Ekwadorskie Ministerstwo Turystyki rozpoczęło właśnie kampanię promocyjną pt.:"All You Need is Ecuador". Zmodyfikowany refren piosenki Beatlesów ma zachęcić turystów z całego świata do odwiedzenia Ekwadoru.
W Nowym Jorku oraz w kilku stolicach na całym świecie (niestety, nie ma na tej liście Warszawy) stanęły 6-cio metrowe litery, które razem tworzą początek zdania "All You Need is...”, natomiast w miastach ekwadorskich postawione litery stanowią nazwę kraju.

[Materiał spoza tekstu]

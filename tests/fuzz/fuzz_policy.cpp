// SPDX-License-Identifier: MIT
// libFuzzer target for the policy loader: any input must load or throw PolicyError, a loaded
// policy must hold only finite numbers of zero or more, and it must describe itself as YAML that
// loads back equal, with no difference reported.
#include "gate/policy/policy.hpp"

#include <cmath>
#include <cstddef>
#include <cstdint>
#include <cstdlib>
#include <optional>
#include <string>

namespace {

bool sound(double value) {
    return std::isfinite(value) && value >= 0;
}

bool sound(const std::optional<double>& value) {
    return !value || sound(*value);
}

bool sound(const tollgate::policy::ScopedLimit& limit) {
    return limit.setting != tollgate::policy::LimitSetting::set || sound(limit.value);
}

// Return whether every number of `policy` is finite and not negative (the judge divides and
// compares with them: a NaN would silently pass every comparison).
bool numbers_are_sound(const tollgate::policy::Policy& policy) {
    for (const auto& floor : policy.noise_floor) {
        if (!sound(floor.below)) {
            return false;
        }
    }
    for (const auto& rule : policy.rules) {
        if (!sound(rule.max_increase) || !sound(rule.max_increase_percent) ||
            !sound(rule.ceiling) || !sound(rule.max_total_increase)) {
            return false;
        }
    }
    for (const auto& scope : policy.paths.scopes) {
        for (const auto& change : scope.rules) {
            if (!sound(change.max_increase) || !sound(change.max_increase_percent) ||
                !sound(change.ceiling)) {
                return false;
            }
        }
    }
    return true;
}

} // namespace

extern "C" int LLVMFuzzerTestOneInput(const std::uint8_t* data, std::size_t size) {
    using namespace tollgate::policy;
    const std::string text(reinterpret_cast<const char*>(data), size);
    Policy policy;
    try {
        policy = load_policy(text, "fuzz.yaml");
    } catch (const PolicyError& e) {
        if (e.messages().empty()) {
            std::abort(); // a PolicyError must say what is wrong
        }
        return 0;
    }
    if (!numbers_are_sound(policy)) {
        std::abort();
    }
    // A policy that loaded must round-trip; a PolicyError escaping here is a bug too.
    const Policy again = load_policy(describe_policy(policy), "described");
    if (!(again == policy) || !policy_difference(policy, again).empty()) {
        std::abort();
    }
    return 0;
}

Na potrzeby kampanii stworzono także filmik (moim zdaniem za długi jak na spot promocyjny), który będzie emitowany m.in na Discovery czy w National Geographic.
Cała kampania kosztowała ok. 20 mln dolarów (same prawa do wykorzystania piosenki Czwórki z Liverpoolu kosztowały 1,3 mln dolarów).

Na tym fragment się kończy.